# Forum Home Renovation Metalwork & Welding  Brackets for awning on shipping container.

## ajm

We are adding an awning to the container office and I am not sure about reactions with different metals. The container is steel. Can gal brackets be welded to the roof without issue or should I be looking for plain steel and then applying cold gal after the welder has finished? 
Se

----------


## Bart1080

...will be fine.  You will be painting the welds after anyway.

----------


## ajm

> ...will be fine.  You will be painting the welds after anyway.

  Thanks. 
Sent from my SM-A205YN using Tapatalk

----------


## Bros

Grind the gal away from where you weld first.

----------


## ajm

> Grind the gal away from where you weld first.

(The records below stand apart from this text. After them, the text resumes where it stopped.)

/** Compile a mechanism into a mass-action model, or return a typed error. */
export function compileMechanism(input: MechanismInput): Result<CompiledModel> {
  if (!input || !Array.isArray(input.species) || !Array.isArray(input.reactions)) return bad("BAD_INPUT", "A mechanism needs a species list and a step list.");
  if (input.species.length === 0 || input.reactions.length === 0) return bad("EMPTY_MECHANISM", "The mechanism has no species or no steps.");
  const speciesIndex = new Map<string, number>();
  input.species.forEach((s, i) => {
    if (!speciesIndex.has(s.id)) speciesIndex.set(s.id, i);
  });
  for (let i = 0; i < input.species.length; i++) {
    const id = input.species[i].id;
    if (typeof id !== "string" || id === "") return bad("BAD_SPECIES", `Species ${i} has no id.`, `species[${i}].id`);
    if (speciesIndex.get(id) !== i) return bad("DUPLICATE_SPECIES", `Species "${id}" is listed more than once.`, `species[${i}].id`);
  }
  const nS = input.species.length;
  const nR = input.reactions.length;
  const reactionIds: string[] = [];
  const seenR = new Set<string>();
  const fwd: Side[] = [];
  const rev: Side[] = [];
  const reversible = new Uint8Array(nR);
  const net: Map<number, number>[] = [];
  for (let r = 0; r < nR; r++) {
    const rx = input.reactions[r];
    const path = `reactions[${r}]`;
    if (seenR.has(rx.id)) return bad("DUPLICATE_STEP", `Step "${rx.id}" is listed more than once.`, `${path}.id`);
    seenR.add(rx.id);
    reactionIds.push(rx.id);
    reversible[r] = rx.reversible ? 1 : 0;
    const sides: [StoichTerm[], string][] = [
      [rx.reactants, "reactants"],
      [rx.products, "products"],
    ];
    const parsed: Side[] = [];
    for (const [terms, name] of sides) {
      if (!Array.isArray(terms)) return bad("BAD_INPUT", `The ${name} of step "${rx.id}" must be a list.`, `${path}.${name}`);
      const acc = new Map<number, number>();
      for (let j = 0; j < terms.length; j++) {
        const t = terms[j];
        const i = speciesIndex.get(t.species);
        if (i === undefined) return bad("UNKNOWN_SPECIES", `Step "${rx.id}" refers to species "${t.species}", which is not in the mechanism.`, `${path}.${name}[${j}].species`);
        if (typeof t.coef !== "number" || !Number.isFinite(t.coef) || t.coef <= 0 || t.coef > MAX_COEF) {
          return bad("BAD_COEFFICIENT", `Step "${rx.id}" has coefficient ${t.coef} for "${t.species}"; coefficients must be positive numbers up to ${MAX_COEF}.`, `${path}.${name}[${j}].coef`);
        }
        acc.set(i, (acc.get(i) ?? 0) + t.coef);
      }
      let m = 0;
      for (const v of acc.values()) m += v;
      if (m > 3 + 1e-12 && (name === "reactants" || rx.reversible)) return bad("MOLECULARITY", `Step "${rx.id}" has molecularity ${m} on its ${name} side; elementary steps allow at most 3.`, `${path}.${name}`);
      parsed.push({ sp: [...acc.keys()], ord: [...acc.values()] });
    }
    if (parsed[0].sp.length === 0 && parsed[1].sp.length === 0) return bad("EMPTY_SIDE", `Step "${rx.id}" has neither reactants nor products.`, path);
    if (rx.reversible && (parsed[0].sp.length === 0 || parsed[1].sp.length === 0)) {
      return bad(
        "OPEN_STEP_REVERSIBLE",
        `Step "${rx.id}" is a ${parsed[0].sp.length === 0 ? "source (no reactants)" : "sink (no products)"} and cannot be reversible; enter any return flow as a step of its own.`,
        `${path}.reversible`,
      );
    }
    fwd.push(parsed[0]);
    rev.push(parsed[1]);
    const nm = new Map<number, number>();
    parsed[0].sp.forEach((s, k) => nm.set(s, (nm.get(s) ?? 0) - parsed[0].ord[k]));
    parsed[1].sp.forEach((s, k) => nm.set(s, (nm.get(s) ?? 0) + parsed[1].ord[k]));
    // A species on both sides in equal amounts (a catalyst) has no net change; rounding of
    // fractional coefficients is cleared the same way.
    for (const [s, v] of [...nm]) if (Math.abs(v) <= 1e-12) nm.delete(s);
    net.push(nm);
  }

  // ---- net stoichiometry per step (flattened)
  const nPtr = new Int32Array(nR + 1);
  for (let r = 0; r < nR; r++) nPtr[r + 1] = nPtr[r] + net[r].size;
  const nSp = new Int32Array(nPtr[nR]);
  const nCoef = new Float64Array(nPtr[nR]);
  for (let r = 0; r < nR; r++) {
    let q = nPtr[r];
    for (const [s, v] of net[r]) ((nSp[q] = s), (nCoef[q] = v), q++);
  }
  // stoichiometric matrix in CSR by species
  const stRows: [number, number][][] = Array.from({ length: nS }, () => []);
  for (let r = 0; r < nR; r++) for (const [s, v] of net[r]) stRows[s].push([r, v]);
  const stPtr = new Int32Array(nS + 1);
  for (let i = 0; i < nS; i++) stPtr[i + 1] = stPtr[i] + stRows[i].length;
  const stCol = new Int32Array(stPtr[nS]);
  const stVal = new Float64Array(stPtr[nS]);
  for (let i = 0; i < nS; i++) stRows[i].forEach(([r, v], k) => ((stCol[stPtr[i] + k] = r), (stVal[stPtr[i] + k] = v)));

  // ---- evaluation tables, compiled once into flat typed arrays.
  // Each rate factor is listed once per unit of its order (2A → [A, A]), padded to exactly three
  // factors per side with the index nS, which points at a constant 1 in the work copy `cx` of the
  // concentrations (molecularity ≤ 3 is enforced for every side that enters a rate law; a source
  // has three padding factors). So a rate is kf·cx[a]·cx[b]·cx[c] with no inner loop.
  // Irreversible steps have isRev 0. A side with a fractional order gets one slot of its own
  // after the constant, cx[nS + 1 + g] = Π max(c, 0)^order, refreshed at the start of every
  // evaluation (`fillGeneral`); its Jacobian is added by `generalJacobian`.
  const f3 = new Int32Array(3 * nR).fill(nS);
  const b3 = new Int32Array(3 * nR).fill(nS);
  const isRev = new Uint8Array(nR);
  const gen: { r: number; sign: 1 | -1; sp: number[]; ord: number[] }[] = [];
  const place = (side: Side, S3: Int32Array, r: number, sign: 1 | -1) => {
    if (side.ord.every((o) => Number.isInteger(o))) {
      let q = 0;
      side.sp.forEach((sp, k) => {
        for (let o = 0; o < side.ord[k]; o++) S3[3 * r + q++] = sp;
      });
    } else {
      S3[3 * r] = nS + 1 + gen.length;
      gen.push({ r, sign, sp: side.sp, ord: side.ord });
    }
  };
  for (let r = 0; r < nR; r++) {
    place(fwd[r], f3, r, 1);
    if (reversible[r]) {
      isRev[r] = 1;
      place(rev[r], b3, r, -1);
    }
  }
  const nGen = gen.length;
  const cx = new Float64Array(nS + 1 + nGen);
  cx[nS] = 1;
  const fillGeneral = () => {
    for (let g = 0; g < nGen; g++) {
      const { sp, ord } = gen[g];
      let p = 1;
      for (let k = 0; k < sp.length; k++) p *= Math.pow(Math.max(cx[sp[k]], 0), ord[k]);
      cx[nS + 1 + g] = p;
    }
  };

  function rates(c: Float64Array, kf: Float64Array, kr: Float64Array, v: Float64Array): void {
    for (let i = 0; i < nS; i++) cx[i] = c[i];
    if (nGen > 0) fillGeneral();
    for (let r = 0; r < nR; r++) {
      const q = 3 * r;
      let a = kf[r] * cx[f3[q]] * cx[f3[q + 1]] * cx[f3[q + 2]];
      if (isRev[r] === 1) a -= kr[r] * cx[b3[q]] * cx[b3[q + 1]] * cx[b3[q + 2]];
      v[r] = a;
    }
  }
  function rhs(c: Float64Array, kf: Float64Array, kr: Float64Array, dcdt: Float64Array): void {
    // Locals for the tables (measurably faster than the closure's bindings in this hot loop).
    const x = cx, F = f3, B = b3, P = nPtr, S = nSp, K = nCoef, rev = isRev;
    for (let i = 0; i < nS; i++) ((x[i] = c[i]), (dcdt[i] = 0));
    if (nGen > 0) fillGeneral();
    let t = 0;
    for (let r = 0, q = 0; r < nR; r++, q += 3) {
      let a = kf[r] * x[F[q]] * x[F[q + 1]] * x[F[q + 2]];
      if (rev[r] === 1) a -= kr[r] * x[B[q]] * x[B[q + 1]] * x[B[q + 2]];
      for (const e = P[r + 1]; t < e; t++) dcdt[S[t]] += K[t] * a;
    }
  }

  // ---- Jacobian pattern: row i holds every species some step changing i depends on
  const slotSpecies: number[][] = [];
  for (let r = 0; r < nR; r++) {
    const set = new Set<number>(fwd[r].sp);
    if (reversible[r]) for (const s of rev[r].sp) set.add(s);
    slotSpecies.push([...set]);
  }
  const patRows: Set<number>[] = Array.from({ length: nS }, () => new Set());
  for (let r = 0; r < nR; r++) for (const [i] of net[r]) for (const s of slotSpecies[r]) patRows[i].add(s);
  const jPtr = new Int32Array(nS + 1);
  const rowLists = patRows.map((s) => [...s].sort((a, b) => a - b));
  for (let i = 0; i < nS; i++) jPtr[i + 1] = jPtr[i] + rowLists[i].length;
  const jCol = new Int32Array(jPtr[nS]);
  const posMap: Map<number, number>[] = [];
  for (let i = 0; i < nS; i++) {
    const m = new Map<number, number>();
    rowLists[i].forEach((s, k) => ((jCol[jPtr[i] + k] = s), m.set(s, jPtr[i] + k)));
    posMap.push(m);
  }
  // For every padded factor slot q (3 per side and step), ∂v/∂(factor q) = ±k·(product of the
  // other two slots); it enters row i of the Jacobian with the net coefficient of i. Padding
  // slots have no targets. Targets per slot: tPos/tCoef from tPtr[q].
  const targets = (S3: Int32Array, use: (r: number) => boolean) => {
    const ptr = new Int32Array(3 * nR + 1);
    const pos: number[] = [];
    const coef: number[] = [];
    for (let r = 0; r < nR; r++) {
      for (let j = 0; j < 3; j++) {
        const q = 3 * r + j;
        const sp = S3[q];
        if (use(r) && sp < nS) {
          for (let t = nPtr[r]; t < nPtr[r + 1]; t++) {
            pos.push(posMap[nSp[t]].get(sp)!);
            coef.push(nCoef[t]);
          }
        }
        ptr[q + 1] = pos.length;
      }
    }
    return { ptr, pos: Int32Array.from(pos), coef: Float64Array.from(coef) };
  };
  const FT = targets(f3, () => true);
  const BT = targets(b3, (r) => isRev[r] === 1);
  const ftPtr = FT.ptr, ftPos = FT.pos, ftCoef = FT.coef, btPtr = BT.ptr, btPos = BT.pos, btCoef = BT.coef;

  // Fractional-order sides: ∂v/∂c_j = ±k·ν_j·c_j^(ν_j−1)·Π_{i≠j} c_i^ν_i (on max(c, 0)); at
  // c_j = 0 with ν_j < 1 the derivative is unbounded and is taken as 0 (the step then contributes
  // no Jacobian entry for that species until it is present).
  const genTargets = gen.map(({ r, sp }) =>
    sp.map((s) => {
      const pos: number[] = [];
      const coef: number[] = [];
      for (let t = nPtr[r]; t < nPtr[r + 1]; t++) {
        pos.push(posMap[nSp[t]].get(s)!);
        coef.push(nCoef[t]);
      }
      return { pos, coef };
    }),
  );
  function generalJacobian(kf: Float64Array, kr: Float64Array, values: Float64Array): void {
    for (let g = 0; g < nGen; g++) {
      const { r, sign, sp, ord } = gen[g];
      const k = sign === 1 ? kf[r] : kr[r];
      for (let j = 0; j < sp.length; j++) {
        const cj = Math.max(cx[sp[j]], 0);
        if (cj === 0 && ord[j] < 1) continue;
        let d = k * ord[j] * (ord[j] === 1 ? 1 : Math.pow(cj, ord[j] - 1));
        for (let i = 0; i < sp.length; i++) if (i !== j) d *= Math.pow(Math.max(cx[sp[i]], 0), ord[i]);
        const tg = genTargets[g][j];
        for (let t = 0; t < tg.pos.length; t++) values[tg.pos[t]] += sign * tg.coef[t] * d;
      }
    }
  }

  function jacobian(c: Float64Array, kf: Float64Array, kr: Float64Array, values: Float64Array): void {
    // Locals for the tables: the loops below run once per step and Jacobian, so they are kept tight.
    const x = cx, F = f3, B = b3, rev = isRev;
    const fP = ftPtr, fPos = ftPos, fC = ftCoef, bP = btPtr, bPos = btPos, bC = btCoef;
    for (let i = 0; i < nS; i++) x[i] = c[i];
    if (nGen > 0) fillGeneral();
    values.fill(0);
    for (let r = 0, q = 0; r < nR; r++, q += 3) {
      // ∂(k·x0·x1·x2)/∂x_j = k·Π_{others}; repeated factors (2A) sum to 2k·c_A
      let x0 = x[F[q]], x1 = x[F[q + 1]], x2 = x[F[q + 2]];
      let k = kf[r];
      let d = k * x1 * x2;
      let t = fP[q];
      for (let e = fP[q + 1]; t < e; t++) values[fPos[t]] += fC[t] * d;
      d = k * x0 * x2;
      for (let e = fP[q + 2]; t < e; t++) values[fPos[t]] += fC[t] * d;
      d = k * x0 * x1;
      for (let e = fP[q + 3]; t < e; t++) values[fPos[t]] += fC[t] * d;
      if (rev[r] === 1) {
        x0 = x[B[q]];
        x1 = x[B[q + 1]];
        x2 = x[B[q + 2]];
        k = kr[r];
        d = k * x1 * x2;
        t = bP[q];
        for (let e = bP[q + 1]; t < e; t++) values[bPos[t]] -= bC[t] * d;
        d = k * x0 * x2;
        for (let e = bP[q + 2]; t < e; t++) values[bPos[t]] -= bC[t] * d;
        d = k * x0 * x1;
        for (let e = bP[q + 3]; t < e; t++) values[bPos[t]] -= bC[t] * d;
      }
    }
    if (nGen > 0) generalJacobian(kf, kr, values);
  }

  // ---- element balance
  const warnings: string[] = [];
  const elementBalance: ElementBalanceEntry[] = [];
  for (let r = 0; r < nR; r++) {
    const rx = input.reactions[r];
    // Mass balance: a source or sink is an open boundary, accepted as written and reported.
    if (fwd[r].sp.length === 0) warnings.push(`Step "${rx.id}" has no reactants: it is a zero-order source (matter enters at a constant rate).`);
    if (rev[r].sp.length === 0) warnings.push(`Step "${rx.id}" has no products: it is a sink (matter leaves the mechanism).`);
    const formulaOf = (t: StoichTerm) => input.species[speciesIndex.get(t.species)!].formula;
    const all = [...rx.reactants, ...rx.products];
    if (all.some((t) => !formulaOf(t))) {
      elementBalance.push({ reactionId: rx.id, report: null });
      continue;
    }
    const res = checkElementBalance(
      rx.reactants.map((t) => ({ formula: formulaOf(t)!, coef: t.coef })),
      rx.products.map((t) => ({ formula: formulaOf(t)!, coef: t.coef })),
    );
    if (!res.ok) {
      warnings.push(`Step "${rx.id}": a species formula could not be read (${res.error.message})`);
      elementBalance.push({ reactionId: rx.id, report: null });
    } else {
      elementBalance.push({ reactionId: rx.id, report: res.value });
      if (!res.value.balanced) {
        const parts = Object.entries(res.value.elementExcess).map(([e, v]) => `${e} ${v > 0 ? "+" : ""}${v}`);
        if (res.value.chargeExcess !== 0) parts.push(`charge ${res.value.chargeExcess > 0 ? "+" : ""}${res.value.chargeExcess}`);
        warnings.push(`Step "${rx.id}" is not balanced (products − reactants: ${parts.join(", ")}).`);
      }
    }
  }

  let laws: Float64Array[] | null = null;
  const conservationLaws = () => {
    if (!laws) laws = leftNullSpace(nS, nR, net);
    return laws;
  };

  return {
    ok: true,
    value: {
      nSpecies: nS,
      nReactions: nR,
      speciesIds: input.species.map((s) => s.id),
      reactionIds,
      speciesIndex,
      reversible,
      stoich: { rowPtr: stPtr, colIdx: stCol, values: stVal },
      rates,
      rhs,
      jacobianPattern: { rowPtr: jPtr, colIdx: jCol },
      jacobian,
      conservationLaws,
      elementBalance,
      warnings,
    },
  };
}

  Only one of the welders has suggested doing that so far. Cheers. I thought that had to happen first after reading through all the welding questions but since 5 out the 6 welders didn't mention it, I wasn't entirely sure. My guess is they probably would do it anyway. Just wanted to see what the forum had to say. Cheers bros. 
lk

----------


## Bros

> Only one of the welders has suggested doing that so far. Cheers. I thought that had to happen first after reading through all the welding questions but since 5 out the 6 welders didn't mention it, I wasn't entirely sure. My guess is they probably would do it anyway. Just wanted to see what the forum had to say. Cheers bros. 
> lk

  There are two reason for it one is it makes a poor weld and the second the fumes given off are not healthy.

----------


## ajm

Thanks for the explanation. I ground the gal back under the welders instructikn. He also said that gal spatters and spits and it causes porous welds. His words " increases porosity". 
He was all done in an hour. Very neat and tidy. Pleasant fella too.  
Se

----------